2016年12月25日

文章の書き方について

以前も書いた憶えがあるが、ここにこうして文章を書いているのは、ひとつには文章修行、ひとまとまりの作文を出来るだけ速く書くことの練習だと思っている。
それで、その内容はともかくとして、そこそこの速度で千文字程度の作文を書くことのコツのようなものがだんだん分かって来た。
それは、あまり考えずに書く、ということである。

文章というのは、あれこれ考えていると筆が止まる。
なんというのか、ほぼほぼ反射的に、指先が動くままに書いていると、とりあえず止まらずに書くことが出来るようなのである。

特に難しいと思うのが文章の終わり方である。
なにせ指の反射が勝手に作文しているので、文章のフィニッシュのイメージがないままにどんどん書き進んでいる。
結局、なかば強引に終了を宣告するスタイルで最後尻すぼみになるパターンに陥りがちなのは、まあ現段階では仕方がないと諦めている。

しかしあらためて思うのは、人間の言語能力の凄さについてである。
例えばごく普通のおばちゃんとかでも、少し調子が出て来ると何十分でも話し続けることが出来る。あれは1分あたりどれくらいの単語を使っているのか分からないが、最近の近所の出来事などの具象的事柄から、時に隣人の幸福度などの抽象概念に至るまで、相応にたくさんの語彙とかなり複雑な論理を駆使して、まくしたてることが出来る。

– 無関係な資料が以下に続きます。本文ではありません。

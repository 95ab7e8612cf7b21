"""The API forms of cases, their timeline and their history (docs/CONTRACTS.md "Case").

One function per form, used by the REST routes, the web pages and the ``case.updated``
webhook body alike, so they can never disagree. Role names are the roles' current names;
reviewer names come from ``names`` (``{key_id: name}``, see ``store.keys.key_names``).
"""

from __future__ import annotations

import json
from collections.abc import Mapping
from typing import Any
from urllib.parse import quote

from rolewatch.clock import to_rfc3339
from rolewatch.engine.headline import compose_headline
from rolewatch.review.states import DISMISS_REASONS
from rolewatch.store.review import CaseAlertRow, CaseRecord, HistoryEntry, RoleMove

RoleNames = Mapping[tuple[str, int], str]


def case_url(base_url: str, case_id: int) -> str:
    """The web address of a case."""
    return f"{base_url.rstrip('/')}/cases/{int(case_id)}"


def account_case_url(base_url: str, account: str, case_id: int) -> str:
    """The account page showing the case (where its review buttons are)."""
    return f"{base_url.rstrip('/')}/accounts/{quote(account, safe='')}?case={int(case_id)}#case"


def person(key_id: str | None, names: Mapping[str, str]) -> dict[str, str] | None:
    """A reviewer as the API shows one: ``{"key_id", "name"}`` (None for nobody)."""
    if key_id is None:
        return None
    return {"key_id": key_id, "name": names.get(key_id, key_id)}


def role_ref(names: RoleNames, basis_version: str, role_id: int | None) -> dict[str, Any] | None:
    if role_id is None:
        return None
    return {"id": role_id, "name": names.get((basis_version, role_id), f"role {role_id}")}


def move_refs(move: RoleMove | None) -> tuple[dict[str, Any] | None, dict[str, Any] | None]:
    """The role refs (before, after) of a case's newest alert."""
    if move is None:
        return None, None
    before = None
    if move.role_before is not None:
        before = {"id": move.role_before, "name": move.before_name or f"role {move.role_before}"}
    return before, {"id": move.role_after, "name": move.after_name or f"role {move.role_after}"}


def _decision(case: CaseRecord, names: Mapping[str, str]) -> dict[str, Any] | None:
    if case.decision is None or case.decided_us is None:
        return None
    return {
        "state": case.decision,
        "reason": case.decision_reason,
        "reason_label": DISMISS_REASONS.get(case.decision_reason or ""),
        "text": case.decision_text,
        "by": person(case.decided_by, names),
        "at": to_rfc3339(case.decided_us),
    }


def case_form(
    case: CaseRecord, *, move: RoleMove | None, names: Mapping[str, str], base_url: str
) -> dict[str, Any]:
    """A case in its API form; ``move`` is its newest alert's role move.

    ``last_decision`` is the latest confirmation or dismissal, kept when the case is
    reopened (then ``state`` is ``open`` again).
    """
    role_before, role_after = move_refs(move)
    return {
        "id": case.id,
        "account": case.account,
        "state": case.state,
        "version": case.version,
        "assignee": person(case.assignee, names),
        "opened": to_rfc3339(case.opened_us),
        "updated": to_rfc3339(case.updated_us),
        "first_window_end": to_rfc3339(case.first_window_end_us),
        "last_window_end": to_rfc3339(case.last_window_end_us),
        "alert_count": case.alert_count,
        "peak_score": case.peak_score,
        "latest_score": case.latest_score,
        "latest_alert_id": case.latest_alert_id,
        "role_before": role_before,
        "role_after": role_after,
        "last_decision": _decision(case, names),
        "url": case_url(base_url, case.id),
    }


def timeline_form(row: CaseAlertRow, role_names: RoleNames) -> dict[str, Any]:
    """One alert on a case's timeline, with its headline (what changed)."""
    before = role_ref(role_names, row.basis_version, row.role_before)
    after = role_ref(role_names, row.basis_version, row.role_after)
    evidence = json.loads(row.evidence or "{}")
    headline = compose_headline(
        before["name"] if before else None,
        after["name"] if after else f"role {row.role_after}",
        same_role=row.role_before == row.role_after,
        change=str(evidence.get("change") or "role mixture shifted"),
        baseline=evidence.get("baseline") is not None,
    )
    return {
        "alert_id": row.alert_id,
        "window_id": row.window_id,
        "window_start": to_rfc3339(row.window_start_us),
        "window_end": to_rfc3339(row.window_end_us),
        "raised": to_rfc3339(row.created_us),
        "joined": to_rfc3339(row.joined_us),
        "score": row.score,
        "role_before": before,
        "role_after": after,
        "headline": headline,
        "decision": row.decision,
        "reason": row.reason,
    }


def history_form(entry: HistoryEntry, names: Mapping[str, str]) -> dict[str, Any]:
    """One audit entry. ``by`` is None for the window close; its name is the one the key had
    when the entry was written."""
    by = None
    if entry.actor is not None:
        by = {"key_id": entry.actor, "name": entry.actor_name or names.get(entry.actor)}
    return {
        "id": entry.id,
        "at": to_rfc3339(entry.at_us),
        "action": entry.action,
        "by": by,
        "from_state": entry.from_state,
        "to_state": entry.to_state,
        "reason": entry.reason,
        "text": entry.text,
        "alert_id": entry.alert_id,
        "assignee": person(entry.assignee, names),
        "version": entry.version,
    }
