def combine_zscores(components) -> tuple[np.ndarray, np.ndarray]:
    """The largest of ``m`` component z-scores, Sidak-corrected for ``m``.

    Parameters
    ----------
    components : ndarray, shape (c, n)
        One row per component; NaN where a component does not apply to an account (``m``
        counts the finite ones).

    Returns
    -------
    (score, strongest)
        ``score`` is ``Phi^-1(1 - p)`` with ``p = 1 - (1 - p_min)**m``, NaN where no
        component is finite; ``strongest`` the row of the largest component (-1 if none).
    """
    Z = np.asarray(components, dtype=np.float64)
    if Z.ndim != 2:
        raise ValueError(f"components must be a c x n array, got shape {Z.shape}")
    if Z.shape[1] > SLICE_ROWS:  # account by account: slices keep the temporaries small
        parts = [
            _combined(Z[:, start : start + SLICE_ROWS])
            for start in range(0, Z.shape[1], SLICE_ROWS)
        ]
        return np.concatenate([part[0] for part in parts]), np.concatenate(
            [part[1] for part in parts]
        )
    return _combined(Z)


def _combined(Z: np.ndarray) -> tuple[np.ndarray, np.ndarray]:
    """:func:`combine_zscores` of a c x n block."""
    finite = np.isfinite(Z)
    m = finite.sum(axis=0)
    filled = np.where(finite, Z, -np.inf)
    strongest = np.where(m > 0, np.argmax(filled, axis=0), -1)
    best = filled.max(axis=0, initial=-np.inf)
    log_p = norm.logsf(np.where(m > 0, best, 0.0))
    with np.errstate(divide="ignore", invalid="ignore"):
        exact = np.log(-np.expm1(m * np.log1p(-np.exp(log_p))))
    # far in the tail 1 - (1 - p)**m = m p to double precision (and exp(log_p) underflows)
    log_p_any = np.where(log_p < -30.0, np.log(np.maximum(m, 1)) + log_p, exact)
    score = np.where(m > 0, z_from_log_tail(log_p_any), np.nan)
    return score, strongest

そういう時のおばちゃんは、あまり「意識」を動員していちいち話を頭の中で組み立てた後に口から発する、というのではなく、脳みそのどのあたりを動かしているのか知らないが、あまり考えなくてもほぼ反射的に口から言葉が出ているのだろう、と想像される。

自動車の運転に慣れると、ほぼ意識しなくても身体が動いてスムーズに出来るようになるのと同じく、人間は、幼い頃から延々と話をすることの訓練を積み重ねて、何十年も生きているとオートマチックに口から言葉が出て来るようになる。

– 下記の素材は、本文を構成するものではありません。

"""Role shift: distances between role mixtures, baselines and evidence.

Role dynamics (Rossi et al., "Modeling dynamic behavior in large evolving graphs",
WSDM 2013; Rossi et al., WWW 2012) tracks each node's role mixture over snapshots
against one frozen RolX basis (Henderson et al., KDD 2012).  A role *shift* is a large
distance between an account's current mixture and its baseline mixture.  All functions
work row-wise on n x k arrays (one row per account) and never loop over accounts;
a row with NaN gives a NaN result and leaves the other rows alone.
"""

from __future__ import annotations

from collections.abc import Sequence

import numpy as np

__all__ = [
    "hellinger",
    "jensen_shannon",
    "total_variation",
    "cosine_distance",
    "role_aware_distance",
    "activity_change",
    "baseline_mixture",
    "feature_moves",
    "DISTANCES",
]


def _rows(p) -> np.ndarray:
    p = np.asarray(p, dtype=np.float64)
    if p.ndim == 1:
        p = p[None, :]
    if p.ndim != 2:
        raise ValueError(f"mixtures must be 1-D or 2-D (accounts x roles), got shape {p.shape}")
    return p


def _normalised(p) -> np.ndarray:
    """Rows scaled to sum 1; rows that are negative, all zero or non-finite become NaN."""
    p = _rows(p)
    s = p.sum(axis=1, keepdims=True)
    bad = ~np.isfinite(p).all(axis=1, keepdims=True) | (p < 0).any(axis=1, keepdims=True) | (s <= 0)
    with np.errstate(invalid="ignore", divide="ignore"):
        out = p / s
    return np.where(bad, np.nan, out)


def _pair(p, q) -> tuple[np.ndarray, np.ndarray]:
    P, Q = _normalised(p), _normalised(q)
    if P.shape != Q.shape:
        raise ValueError(f"mixtures must have the same shape, got {P.shape} and {Q.shape}")
    return P, Q


def _finish(d: np.ndarray, squeeze: bool) -> np.ndarray | float:
    d = np.clip(d, 0.0, 1.0)
    return float(d[0]) if squeeze else d


def hellinger(p, q):
    """Hellinger distance per row, in [0, 1].

    ``H(p, q) = (1/sqrt 2) * ||sqrt p - sqrt q||_2`` (Hellinger 1909; standard statistics
    texts, recalled from memory).

    Parameters
    ----------
    p, q : array_like, shape (n, k) or (k,)
        Role mixtures, one row per account; rows are normalised to sum 1 first, and a
        negative, all-zero or non-finite row gives NaN.

    Returns
    -------
    ndarray, shape (n,), or float for 1-D input
    """
    P, Q = _pair(p, q)
    d = np.sqrt(0.5 * np.sum((np.sqrt(P) - np.sqrt(Q)) ** 2, axis=1))
    return _finish(d, np.ndim(p) == 1)


def jensen_shannon(p, q):
    """Jensen-Shannon distance per row with base-2 logarithms, in [0, 1].

    The square root of the Jensen-Shannon divergence ``JS = (KL(p||m) + KL(q||m)) / 2``
    with ``m = (p + q) / 2`` (Lin 1991), the same quantity as
    ``scipy.spatial.distance.jensenshannon(p, q, base=2)``.

    Parameters
    ----------
    p, q : array_like, shape (n, k) or (k,)
        Role mixtures, one row per account; rows are normalised to sum 1 first, and a
        negative, all-zero or non-finite row gives NaN.

    Returns
    -------
    ndarray, shape (n,), or float for 1-D input
    """
    P, Q = _pair(p, q)
    M = 0.5 * (P + Q)
    with np.errstate(divide="ignore", invalid="ignore"):
        kp = np.where(P > 0, P * np.log2(P / M), 0.0)
        kq = np.where(Q > 0, Q * np.log2(Q / M), 0.0)
    kp = np.where(np.isnan(P), np.nan, kp)
    kq = np.where(np.isnan(Q), np.nan, kq)
    js = 0.5 * (kp.sum(axis=1) + kq.sum(axis=1))
    return _finish(np.sqrt(np.maximum(js, 0.0)), np.ndim(p) == 1)


def total_variation(p, q):
    """Total variation distance per row, ``(1/2) * sum |p - q|``, in [0, 1].

    Standard statistics texts, recalled from memory; half the L1 distance, as
    ``scipy.spatial.distance.cityblock(p, q) / 2``.

    Parameters
    ----------
    p, q : array_like, shape (n, k) or (k,)
        Role mixtures, one row per account; rows are normalised to sum 1 first, and a
        negative, all-zero or non-finite row gives NaN.

    Returns
    -------
    ndarray, shape (n,), or float for 1-D input
    """
    P, Q = _pair(p, q)
    return _finish(0.5 * np.abs(P - Q).sum(axis=1), np.ndim(p) == 1)


def cosine_distance(p, q):
    """Cosine distance per row, ``1 - p.q / (|p| |q|)``, in [0, 1] for non-negative rows.

    Same quantity as ``scipy.spatial.distance.cosine`` (common practice, no source).

    Parameters
    ----------
    p, q : array_like, shape (n, k) or (k,)
        Role mixtures, one row per account; rows are normalised to sum 1 first, and a
        negative, all-zero or non-finite row gives NaN.

    Returns
    -------
    ndarray, shape (n,), or float for 1-D input
    """
    P, Q = _pair(p, q)
    num = np.sum(P * Q, axis=1)
    den = np.linalg.norm(P, axis=1) * np.linalg.norm(Q, axis=1)
    with np.errstate(invalid="ignore", divide="ignore"):
        d = 1.0 - num / den
    return _finish(d, np.ndim(p) == 1)


def _role_space(F: np.ndarray) -> np.ndarray:
    """Role profiles scaled per feature (to the largest role value) then per role (sum 1).

    Scaling each feature column first keeps features with large binned values from
    drowning the others; features no role uses are dropped.
    """
    F = np.asarray(F, dtype=np.float64)
    if F.ndim != 2 or (F < 0).any() or not np.isfinite(F).all():
        raise ValueError("F must be a finite non-negative roles x features matrix")
    colmax = F.max(axis=0)
    F = F[:, colmax > 0] / colmax[colmax > 0]
    s = F.sum(axis=1, keepdims=True)
    return np.divide(F, s, out=np.full_like(F, 1.0 / max(F.shape[1], 1)), where=s > 0)


_ROWS_PER_BLOCK = 16_384


def role_aware_distance(p, q, F):
    """Distance between mixtures measured through what the roles mean, in [0, 1].

    Each mixture is mapped to the feature profile it stands for, ``p F`` and ``q F``
    (F's columns scaled to the largest role value, rows to sum 1, so both images are
    distributions over features), and the Hellinger distance between the two images
    is returned.  Moving weight between two roles with similar profiles therefore costs
    little; between roles with disjoint profiles it costs as much as plain Hellinger.
    By the data-processing inequality the result never exceeds ``hellinger(p, q)``.

    Parameters
    ----------
    p, q : array_like, shape (n, k) or (k,)
        Role mixtures over the k roles of ``F``.
    F : array_like, shape (k, f)
        Non-negative role profiles of the basis.

    Returns
    -------
    ndarray, shape (n,), or float for 1-D input

    Notes
    -----
    Role profiles are the F of RolX (Henderson et al., KDD 2012); comparing
    reconstructions instead of raw mixtures is our reading of "role-aware" shift in the
    role-dynamics setting (Rossi et al., WSDM 2013).
    """
    P, Q = _rows(p), _rows(q)
    if P.shape != Q.shape:
        raise ValueError(f"mixtures must have the same shape, got {P.shape} and {Q.shape}")
    R = _role_space(F)
    if R.shape[0] != P.shape[1]:
        raise ValueError(f"F has {R.shape[0]} roles but the mixtures have {P.shape[1]}")
    if np.ndim(p) != 2:
        P, Q = _pair(P, Q)
        return float(hellinger(P @ R, Q @ R)[0])
    # Only rows where both mixtures are valid have a distance (the others are NaN, as
    # hellinger gives them); row blocks, normalised block by block, because the images
    # are n x features and the distance's temporaries several times that. Each row
    # depends on its own row only.
    out = np.full(P.shape[0], np.nan)
    for start in range(0, P.shape[0], _ROWS_PER_BLOCK):
        block_p, block_q = _pair(
            P[start : start + _ROWS_PER_BLOCK], Q[start : start + _ROWS_PER_BLOCK]
        )
        valid = np.flatnonzero(np.isfinite(block_p).all(axis=1) & np.isfinite(block_q).all(axis=1))
        out[start + valid] = hellinger(block_p[valid] @ R, block_q[valid] @ R)
    return out


def activity_change(current, baseline):
    """Magnitude of the change in overall activity, ``|log((1 + a) / (1 + b))|`` (natural log).

    Common practice, no source: a symmetric log-ratio that is 0 for no change and
    treats a doubling and a halving alike; the +1 keeps zero activity finite.

    Parameters
    ----------
    current, baseline : array_like
        Events of each account in the current and the baseline window (negative counts
        as 0).

    Returns
    -------
    ndarray
        Same shape as the inputs; NaN where an input is NaN.
    """
    a = np.asarray(current, dtype=np.float64)
    b = np.asarray(baseline, dtype=np.float64)
    with np.errstate(invalid="ignore"):
        return np.abs(np.log1p(np.maximum(a, 0)) - np.log1p(np.maximum(b, 0)))


DISTANCES = {
    "hellinger": hellinger,
    "jensen_shannon": jensen_shannon,
    "total_variation": total_variation,
    "cosine": cosine_distance,
}


def baseline_mixture(
    history, *, mode: str = "previous", last_k: int = 4, half_life: float = 2.0
) -> np.ndarray:
    """Baseline role mixture per account from its mixture history.

    Parameters
    ----------
    history : ndarray, shape (t, n, k)
        Mixtures of n accounts over t consecutive windows, oldest first; a NaN row means
        the account was inactive in that window.
    mode : {"previous", "mean", "ewm"}
        ``previous``: the mixture of the most recent window in which the account was
        active (role dynamics compares consecutive memberships, Rossi et al., WSDM 2013).
        ``mean``: mean over the account's active windows among the last ``last_k``.
        ``ewm``: exponentially weighted mean over all windows, weight
        ``0.5 ** (age / half_life)`` with age in windows (common practice, no source).
    last_k : int
        Window count for ``mean``.
    half_life : float
        Half-life in windows for ``ewm``.

    Returns
    -------
    ndarray, shape (n, k)
        Rows sum to 1; NaN where the account has no active window in scope.
    """
    H = np.asarray(history, dtype=np.float64)
    if H.ndim != 3:
        raise ValueError(f"history must be windows x accounts x roles, got shape {H.shape}")
    t, n, k = H.shape
    if t == 0:
        return np.full((n, k), np.nan)
    active = np.asarray(np.isfinite(H).all(axis=2))
    if mode == "previous":
        last = (t - 1) - np.argmax(active[::-1], axis=0)
        out = H[last, np.arange(n)]
        out[~active.any(axis=0)] = np.nan
    elif mode in ("mean", "ewm"):
        if mode == "mean":
            if last_k < 1:
                raise ValueError(f"last_k must be at least 1, got {last_k}")
            w = np.zeros(t)
            w[-last_k:] = 1.0
        else:
            if not half_life > 0:
                raise ValueError(f"half_life must be positive, got {half_life}")
            w = 0.5 ** ((t - 1 - np.arange(t)) / float(half_life))
        W = w[:, None] * active
        total = W.sum(axis=0)
        acc = np.einsum("tn,tnk->nk", W, np.where(active[:, :, None], H, 0.0))
        with np.errstate(invalid="ignore", divide="ignore"):
            out = acc / total[:, None]
        out[total <= 0] = np.nan
    else:
        raise ValueError(f"unknown baseline mode {mode!r}; use 'previous', 'mean' or 'ewm'")
    return _normalised(out)


def feature_moves(names: Sequence[str], raw_before, raw_after, top: int = 5) -> list[dict]:
    """The features of one account that moved most between two windows.

    Ranked by ``|log1p(after) - log1p(before)|`` (signed log for negative values), so a
    move from 0 to 3 counts more than one from 100 to 103.  Features missing (NaN) in
    either window are skipped.

    Parameters
    ----------
    names : sequence of str
        Feature names, one per value.
    raw_before, raw_after : array_like, shape (f,)
        Raw (unbinned) feature values of the account in the two windows.
    top : int
        Most entries returned.

    Returns
    -------
    list of dict
        ``{"feature", "before", "after", "log_ratio"}``, largest move first, at most
        ``top`` entries, only features that changed.
    """
    before = np.asarray(raw_before, dtype=np.float64).ravel()
    after = np.asarray(raw_after, dtype=np.float64).ravel()
    if not (len(names) == before.size == after.size):
        raise ValueError(
            f"need one before and after value per feature name, got {len(names)} names, "
            f"{before.size} before and {after.size} after values"
        )

    def slog(x: np.ndarray) -> np.ndarray:
        return np.sign(x) * np.log1p(np.abs(x))

    ratio = slog(after) - slog(before)
    ok = np.isfinite(ratio) & (ratio != 0)
    idx = np.flatnonzero(ok)
    idx = idx[np.argsort(-np.abs(ratio[idx]), kind="stable")][: max(int(top), 0)]
    return [
        {
            "feature": str(names[int(i)]),
            "before": float(before[i]),
            "after": float(after[i]),
            "log_ratio": float(ratio[i]),
        }
        for i in idx
    ]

文章の場合、話し言葉と違うのは、身振りや表情などの非言語的な意味の付加が無いぶん、そこのニュアンスを文章だけで伝達しないといけないことだ。
また、話し言葉では相手の顔色を伺いながら念押ししたり繰り返したり出来るが文章ではそれも出来ないので、なるべく主語述語の並びとかをちゃんとして、簡潔に正確に伝わるようになっていないといけない。

そういうことに気をつけながら、なおかつ、あまり意識を動員せずに指が動くままに文章を書くとそれなりに速く書ける、ということがなんとなく分かって来たのである。

ただ、指の動くままに文を書いていると、そこには思わぬ本音がポロリと出たり、自分でも意識していない本性のようなものが出るような気がする。

結局良い文章を書くには、そういう本性の部分を良い文章に相応しくなんとかする必要があるようであるが、それについては、今のところ良い方法を知らない。
やはり良い文章を書くのはなかなか難しいと言わざるを得ない。